Profit Motive And The Whispering Wind (2007)
John Gianvito
English
John Gianvito’s Profit Motive and the Whispering Wind (2007) is prefaced by a quote by Utah Philips (but attributed to a certain Claire Spark Loeb): “The long memory is the most radical idea in America”. Inspired by Howard Zinn’s A People’s History of the United States, Gianvito’s film is an attempt to chart the history of the country through gravestones, individual memorials and geo-historical markers. Unlike Zinn, however, Gianvito doesn’t have the descriptive advantage of the written text. His is, notwithstanding the texts we encounter within these images, a visual project in which history ‘materializes’ itself in the signatures of the visible. For Gianvito, this history, too, is a history of class struggles.

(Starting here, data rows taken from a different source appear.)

def cell_reader(grid: xr.DataArray) -> Callable[..., tuple[np.ndarray, np.ndarray, np.ndarray]] | None:
    """The grid's own cell reader, when its values come from a source that has one.

    A source may offer ``envlink_read_cells(iy, ix, *, progress, halo)`` on the lazy
    array behind the DataArray (a many-file archive does: it reads file by file, see
    docs/archives.md), returning the series of cells (iy, ix), the extra cells as
    (row, column) and their series, like :func:`read_cells_near_gaps`. It is used only
    while the DataArray still shows the whole source, unsliced and unchanged.

    Examples
    --------
    >>> from envlink.testing import make_grid
    >>> cell_reader(make_grid(np.zeros((1, 1, 1)), lat=[0], lon=[0])) is None
    True
    """
    data = getattr(grid.variable, "_data", None)
    source = getattr(data, "array", None)
    read = getattr(source, "envlink_read_cells", None)
    key = getattr(getattr(data, "key", None), "tuple", None)
    if read is None or key is None or tuple(getattr(source, "shape", ())) != tuple(grid.shape):
        return None
    whole = all(isinstance(k, slice) and k.indices(n) == (0, n, 1) for k, n in zip(key, grid.shape, strict=True))
    return read if whole and len(key) == grid.ndim else None


def _read_with(read: Callable[..., tuple[np.ndarray, np.ndarray, np.ndarray]], grid: xr.DataArray,
               flat: np.ndarray, dtype: type, progress: Callable[[int], object] | None,
               any_valid: np.ndarray | None, halo: tuple[int, int] | None) -> tuple[np.ndarray, np.ndarray, np.ndarray]:
    """:func:`read_cells_near_gaps` through the grid's own cell reader."""
    from envlink.errors import EnvlinkError, GridError

    nx = grid.shape[2]
    iy, ix = np.divmod(flat, nx)
    try:
        series, extra, extra_series = read(iy, ix, progress=progress, halo=halo)
    except EnvlinkError:
        raise
    except READ_ERRORS as exc:
        raise GridError(f"Cannot read the grid {grid_label(grid)}: {str(exc).strip() or type(exc).__name__}.") from exc
    extra_flat = extra[0] * nx + extra[1] if extra.size else np.array([], dtype=np.int64)
    if any_valid is not None:
        rows = np.concatenate([iy, extra[0]]) if extra.size else iy
        cols = np.concatenate([ix, extra[1]]) if extra.size else ix
        finite = np.concatenate([np.isfinite(series).any(axis=1), np.isfinite(extra_series).any(axis=1)])
        any_valid[rows, cols] = finite.astype(np.int8)
    return np.asarray(series, dtype=dtype), extra_flat, np.asarray(extra_series, dtype=dtype)


#: What netCDF4, h5netcdf, xarray, zarr and dask raise on a damaged or vanished file.
READ_ERRORS = (OSError, RuntimeError, ValueError, KeyError, EOFError)


def grid_label(grid: xr.DataArray) -> str:
    """The grid in words for messages: its file (and how many more), else its identity or name.

    Examples
    --------
    >>> from envlink.testing import make_grid
    >>> g = make_grid(np.zeros((1, 1, 1)), lat=[0], lon=[0])
    >>> g.attrs["envlink_identity"] = '{"files": [{"path": "/data/sst.nc"}], "variable": "sst"}'
    >>> grid_label(g)
    "'/data/sst.nc'"
    """
    import json

    text = grid.attrs.get("envlink_identity")
    try:
        ident = json.loads(text) if text else None
    except (TypeError, ValueError):
        ident = None
    files = ident.get("files") if isinstance(ident, dict) else None
    if isinstance(files, list) and files and isinstance(files[0], dict) and files[0].get("path"):
        more = f" (and {len(files) - 1} more files)" if len(files) > 1 else ""
        return repr(str(files[0]["path"])) + more
    if text:
        return f"{str(text)[:120]!r}"
    return repr(str(grid.name)) if grid.name is not None else "(an unnamed grid in memory)"


def raise_read_error(grid: xr.DataArray, job: tuple, exc: BaseException) -> NoReturn:
    """Raise a :class:`~envlink.errors.GridError` naming the grid, the variable and the
    cells being read (envlink's own errors go on as they are)."""
    from envlink.errors import EnvlinkError, GridError

    if isinstance(exc, EnvlinkError):
        raise exc
    _, rmin, rmax, cmin, cmax, _ = job
    ydim, xdim = grid.dims[1], grid.dims[2]
    variable = grid.attrs.get("envlink_variable", grid.name)
    reason = str(exc).strip() or type(exc).__name__
    rows = f"{rmin}" if rmax - rmin == 1 else f"{rmin}-{rmax - 1}"
    cols = f"{cmin}" if cmax - cmin == 1 else f"{cmin}-{cmax - 1}"
    raise GridError(
        f"Cannot read the grid {grid_label(grid)} (variable {variable!r}, cells at {ydim} index {rows}, "
        f"{xdim} index {cols}, all {grid.shape[0]} time steps): {reason}. The file may be damaged, "
        "truncated or changed since it was opened; check it with 'envlink grid' and open it again."
    ) from exc
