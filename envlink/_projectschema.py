"""The schema of envlink's TOML project file: every section and key, with line-aware errors.

:func:`validate` checks a parsed project (a ``dict`` from :mod:`tomllib`) against
:data:`SECTIONS` and raises :class:`~envlink.errors.InputError` naming the key, the
line of the file it is on, and the allowed keys or values. Line numbers are found
by scanning the text (``tomllib`` does not report them). :func:`check_files` and
:func:`check_columns` then check the files and columns a project names, with the
same located messages.
"""

from __future__ import annotations

import os
import re
from collections.abc import Callable, Mapping
from dataclasses import dataclass
from pathlib import Path
from typing import Any

from envlink._util import did_you_mean
from envlink.errors import InputError

__all__ = ["SECTIONS", "KeySpec", "key_lines", "validate", "where", "check_files", "check_columns",
           "formula_columns", "resolve_path", "STATS", "WINDOWS", "SPATIAL_RULES"]

EFFECT_KINDS = (
    "logit_proportion", "arcsine_proportion", "log_odds_ratio", "log_risk_ratio", "hedges_g",
    "log_response_ratio", "fisher_z", "ln_vr", "ln_cvr",
)  # fmt: skip
ZERO_CELLS = ("zero_rows", "all_rows", "none")
METHODS = ("REML", "ML", "DL", "PM", "HE", "SJ")
TESTS = ("z", "knapp-hartung")
FORMATS = ("csv", "parquet", "gpkg")
STATS = "mean, min, max, sum, std, quantile:Q, above:T, degree-days:T, anomaly, mmm or dhw-max"
WINDOWS = "period, lag:N{D|M|Y}, before-start:N{D|M|Y}, after-end:N{D|M|Y} or around-mid:N{D|M|Y}"
SPATIAL_RULES = "nearest, bilinear, nearest-valid:Dkm, buffer:Rkm or polygon"
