"""Reading the full time series of selected cells from a (possibly lazy) grid.

Cells are read by rectangular tiles aligned to the storage chunks (dask chunks, or
the netCDF/HDF5 ``chunksizes`` encoding), and only tiles that hold a needed cell are
read; every tile is read once, with all time steps, then the needed cells are
gathered from it with NumPy. This avoids per-site ``.sel`` loops and the
outer-product indexing that pointwise selection on a lazy array turns into.
"""

from __future__ import annotations

from collections.abc import Callable

import numpy as np
import xarray as xr

__all__ = ["read_cells", "storage_chunks"]

_TILE_BYTES = 64 * 2**20


def storage_chunks(grid: xr.DataArray) -> tuple[int, int]:
    """The chunk size along the two horizontal dims (1 when not chunked there)."""
    ny, nx = grid.shape[1], grid.shape[2]
    if grid.chunks is not None:
        return int(max(grid.chunks[1])), int(max(grid.chunks[2]))
    cs = grid.encoding.get("chunksizes") or grid.encoding.get("chunks")
    if cs and len(cs) == 3:
        return int(min(cs[1], ny)), int(min(cs[2], nx))
    return 1, 1


def _time_chunk(grid: xr.DataArray) -> int:
    if grid.chunks is not None:
        return int(max(grid.chunks[0]))
    cs = grid.encoding.get("chunksizes") or grid.encoding.get("chunks")
    return int(cs[0]) if cs and len(cs) == 3 else 1


def _tiles(ny: int, nx: int, nt: int, itemsize: int, chunks: tuple[int, int]) -> tuple[int, int]:
    cy, cx = chunks
    tx = nx if cx == 1 else max(cx, (nx // cx) * cx if nt * cy * nx * itemsize <= _TILE_BYTES else cx)
    rows = max(1, _TILE_BYTES // max(nt * tx * itemsize, 1))
    ty = max(cy, (rows // cy) * cy)
    return min(ty, ny), min(tx, nx)


def read_cells(
    grid: xr.DataArray,
    flat: np.ndarray,
    *,
    progress: Callable[[int], object] | None = None,
    any_valid: np.ndarray | None = None,
) -> np.ndarray:
    """Series of the given flat cells, shape ``(len(flat), time)``, float32 or float64.

    Parameters
    ----------
    grid : xarray.DataArray
        Normalised grid (numpy- or dask-backed, or lazily loaded from a file).
    flat : ndarray of int
        Unique flat cell indices ``iy * nx + ix``.
    progress : callable, optional
        Called with the number of cells gathered after each tile.
    any_valid : ndarray of int8, optional
        Shape ``(ny, nx)``, -1 where unknown; when given, set to 1 / 0 ("has data at
        some step" / "never has data") for every cell of every rectangle read (used
        to skip empty candidates of ``nearest-valid``).

    Examples
    --------
    >>> from envlink.testing import make_grid
    >>> g = make_grid(np.arange(8.0).reshape(2, 2, 2), lat=[0, 1], lon=[0, 1])
    >>> read_cells(g, np.array([3, 0])).tolist()
    [[3.0, 7.0], [0.0, 4.0]]
    """
    flat = np.asarray(flat, dtype=np.int64)
    nt, ny, nx = grid.shape
    dtype = np.float64 if grid.dtype == np.float64 else np.float32
    out = np.empty((flat.size, nt), dtype=dtype)
    if flat.size == 0:
        return out
    iy, ix = np.divmod(flat, nx)
    ty, tx = _tiles(ny, nx, nt, np.dtype(dtype).itemsize, storage_chunks(grid))
    tile = (iy // ty) * ((nx + tx - 1) // tx) + ix // tx
    order = np.argsort(tile, kind="stable")
    tiles, starts = np.unique(tile[order], return_index=True)
    bounds = np.append(starts, order.size)
    ydim, xdim = grid.dims[1], grid.dims[2]
    ct = _time_chunk(grid)
    for k in range(tiles.size):
        sel = order[bounds[k] : bounds[k + 1]]
        # read only the rectangle of the tile spanned by needed cells
        rmin, rmax = int(iy[sel].min()), int(iy[sel].max()) + 1
        cmin, cmax = int(ix[sel].min()), int(ix[sel].max()) + 1
        rect = grid.isel({ydim: slice(rmin, rmax), xdim: slice(cmin, cmax)})
        step_bytes = (rmax - rmin) * (cmax - cmin) * np.dtype(dtype).itemsize
        # time slabs (aligned to the time chunks) keep memory bounded on time-chunked files
        slab = max(ct, (_TILE_BYTES // max(step_bytes, 1)) // ct * ct)
        seen = np.zeros((rmax - rmin, cmax - cmin), dtype=bool)
        for t0 in range(0, nt, slab):
            block = np.asarray(rect.isel(time=slice(t0, t0 + slab)).values, dtype=dtype)
            out[sel, t0 : t0 + block.shape[0]] = block[:, iy[sel] - rmin, ix[sel] - cmin].T
            if any_valid is not None:
                seen |= np.isfinite(block).any(axis=0)
        if any_valid is not None:
            any_valid[rmin:rmax, cmin:cmax] = seen
        if progress is not None:
            progress(sel.size)
    return out
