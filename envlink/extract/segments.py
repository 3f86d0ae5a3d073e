"""Segment files of the cell-series store: sorted cells, known-empty cells and their series.

A segment is one immutable file holding, for one grid, the whole series of some
cells. Its layout (all little-endian)::

    8 bytes   magic b"ENVLSEG1"
    4 bytes   length L of the JSON header (uint32)
    L bytes   JSON: {"n": cells, "nt": time steps, "dtype": "<f4" or "<f8", "n_empty": m}
    padding   to a multiple of 64 bytes
    n × int64 the cells (flat indices ``iy * nx + ix``), sorted, unique
    m × int64 cells known to hold no data at any time step, sorted, unique
    padding   to a multiple of 64 bytes
    n × nt    the series, C order, in the order of the cells

The series are memory-mapped when read, so a request reads only the rows it needs.
A segment is written to a temporary file in the grid's folder (``.tmp-<pid>-<token>``;
from a worker of a cluster ``.tmp-<host>.<pid>-<token>``) and renamed into place once
complete: a run killed while writing leaves either no segment or a whole one (and a temporary file that a later run removes). A file of
another length than its header says is damaged: :func:`read_segment` returns None.
"""

from __future__ import annotations

import json
import os
import secrets
import struct
import time
from collections.abc import Callable, Iterable
from dataclasses import dataclass, field
from pathlib import Path

import numpy as np

from envlink.core.util import pause_for_tests

__all__ = ["Segment", "read_segment", "write_segment", "SUFFIX", "TMP_PREFIX"]

MAGIC = b"ENVLSEG1"
SUFFIX = ".cells"
TMP_PREFIX = ".tmp-"
#: Test hook: seconds to wait between writing a segment and renaming it into place.
_ALIGN = 64


def _aligned(n: int) -> int:
    return -(-n // _ALIGN) * _ALIGN


def _layout(n: int, nt: int, dtype: np.dtype, m: int) -> tuple[bytes, int, int, int, int]:
    """Header bytes, offsets of the cells, the empty cells and the series, and the file size."""
    text = json.dumps({"n": n, "nt": nt, "dtype": dtype.str, "n_empty": m}, separators=(",", ":")).encode()
    head = MAGIC + struct.pack("<I", len(text)) + text
    cells_at = _aligned(len(head))
    empty_at = cells_at + 8 * n
    series_at = _aligned(empty_at + 8 * m)
    return head, cells_at, empty_at, series_at, series_at + n * nt * dtype.itemsize


@dataclass
class Segment:
    """One segment file, its cells read and its series memory-mapped on first use."""

    path: Path
    cells: np.ndarray
    empty: np.ndarray
    nt: int
    dtype: np.dtype
    offset: int
    size: int
    _series: np.ndarray | None = field(default=None, repr=False)

    @property
    def series(self) -> np.ndarray:
        """The series, shape ``(n, nt)``, memory-mapped read-only."""
        if self._series is None:
            if self.cells.size == 0:
                self._series = np.empty((0, self.nt), dtype=self.dtype)
            else:
                self._series = np.memmap(self.path, dtype=self.dtype, mode="r", offset=self.offset,
                                         shape=(self.cells.size, self.nt))
        return self._series

    def rows(self, index: np.ndarray) -> np.ndarray:
        """The series of rows ``index`` (sorted for locality), as an in-memory array."""
        return np.asarray(self.series[np.asarray(index, dtype=np.int64)])


def read_segment(path: Path) -> Segment | None:
    """The segment at ``path`` (cells read, series mapped lazily); None when it is damaged.

    Raises
    ------
    OSError
        The file cannot be opened (e.g. removed by another run meanwhile).
    """
    with open(path, "rb") as fh:
        head = fh.read(12)
        if len(head) < 12 or head[:8] != MAGIC:
            return None
        (length,) = struct.unpack("<I", head[8:])
        try:
            meta = json.loads(fh.read(length))
            n, nt, m = int(meta["n"]), int(meta["nt"]), int(meta["n_empty"])
            dtype = np.dtype(meta["dtype"])
        except (ValueError, KeyError, TypeError):
            return None
        _, cells_at, empty_at, series_at, size = _layout(n, nt, dtype, m)
        if os.fstat(fh.fileno()).st_size != size or dtype.kind != "f":
            return None
        fh.seek(cells_at)
        cells = np.fromfile(fh, dtype="<i8", count=n)
        fh.seek(empty_at)
        empty = np.fromfile(fh, dtype="<i8", count=m)
    return Segment(path, cells.astype(np.int64), empty.astype(np.int64), nt, dtype, series_at, size)


def write_segment(
    folder: Path,
    cells: np.ndarray,
    empty: np.ndarray,
    nt: int,
    dtype: np.dtype,
    blocks: Iterable[np.ndarray] | Callable[[], Iterable[np.ndarray]],
    *,
    owner: str | None = None,
) -> Path:
    """Write a segment atomically into ``folder``; return its path.

    Parameters
    ----------
    cells : ndarray of int
        Sorted unique flat cells.
    empty : ndarray of int
        Sorted unique cells known to hold no data.
    nt : int
        Time steps of every series.
    dtype : numpy dtype
        float32 or float64.
    blocks : iterable of ndarray
        The series of ``cells`` in order, in blocks of rows (so no copy of the whole
        matrix is needed).
    owner : str, optional
        Who writes, in the temporary file's name (default this process's id, which a
        later run on this machine checks before removing the file as stale). A writer
        on another machine sharing the folder gives ``host.pid``: its temporary file
        is then removed only once it is an hour old.

    Examples
    --------
    >>> import tempfile
    >>> d = Path(tempfile.mkdtemp())
    >>> p = write_segment(d, np.array([3, 7]), np.array([5]), 2, np.dtype("<f4"),
    ...                   [np.array([[1.0, 2.0], [3.0, 4.0]], dtype="<f4")])
    >>> s = read_segment(p)
    >>> s.cells.tolist(), s.empty.tolist(), s.rows(np.array([1])).tolist()
    ([3, 7], [5], [[3.0, 4.0]])
    """
    dtype = np.dtype(dtype).newbyteorder("<")
    head, cells_at, empty_at, series_at, size = _layout(int(cells.size), int(nt), dtype, int(empty.size))
    token = secrets.token_hex(6)
    tmp = folder / f"{TMP_PREFIX}{owner or os.getpid()}-{token}"
    final = folder / f"seg-{time.time_ns():020d}-{os.getpid()}-{token}{SUFFIX}"
    try:
        with open(tmp, "wb") as fh:
            fh.write(head.ljust(cells_at, b"\0"))
            fh.write(np.ascontiguousarray(cells, dtype="<i8").tobytes())
            fh.write(np.ascontiguousarray(empty, dtype="<i8").tobytes())
            fh.write(b"\0" * (series_at - empty_at - 8 * empty.size))
            for block in blocks() if callable(blocks) else blocks:
                fh.write(np.ascontiguousarray(block, dtype=dtype).tobytes())
            if fh.tell() != size:
                raise OSError(f"segment of {fh.tell()} bytes written, {size} expected")
        pause_for_tests(final)
        os.replace(tmp, final)
    finally:
        if tmp.exists():
            tmp.unlink()
    return final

Starting from the early Native American movements, through slave insurrections and worker uprisings of the industrial era, to the Civil Rights Movement and current-day social protests, the film, like Zinn’s book, sets the framework for a historiography of America based solely on – organized but not necessarily politicized – people’s movements. Profit Motive brings to mind essay films such as Landscape Suicide (1986), Robinson In Ruins (2010) and, more recently, differently, Molussia (2012) in the way it probes for the strains of a troubled past on a sedate visible present. Presenting indicators of modern life – highways and cars – right next to site markers detailing strikes and revolts that took place centuries ago, the film hints at a causality and reflects on how history continually affects and shapes the here and the now. The Whispering Wind of the title, which resembles a tribal Indian name, on the other hand, derives from the numerous shots of wind-ridden countryside, forests and grasslands that punctuate the film. (They remind one of D. W. Griffith’s comment about filming the wind in the trees.) These winds become something of connecting tissues between the shots of the monuments and have a mythic quality to them, as though they are immortal, invisible balladeers channeling history from one time and place to another.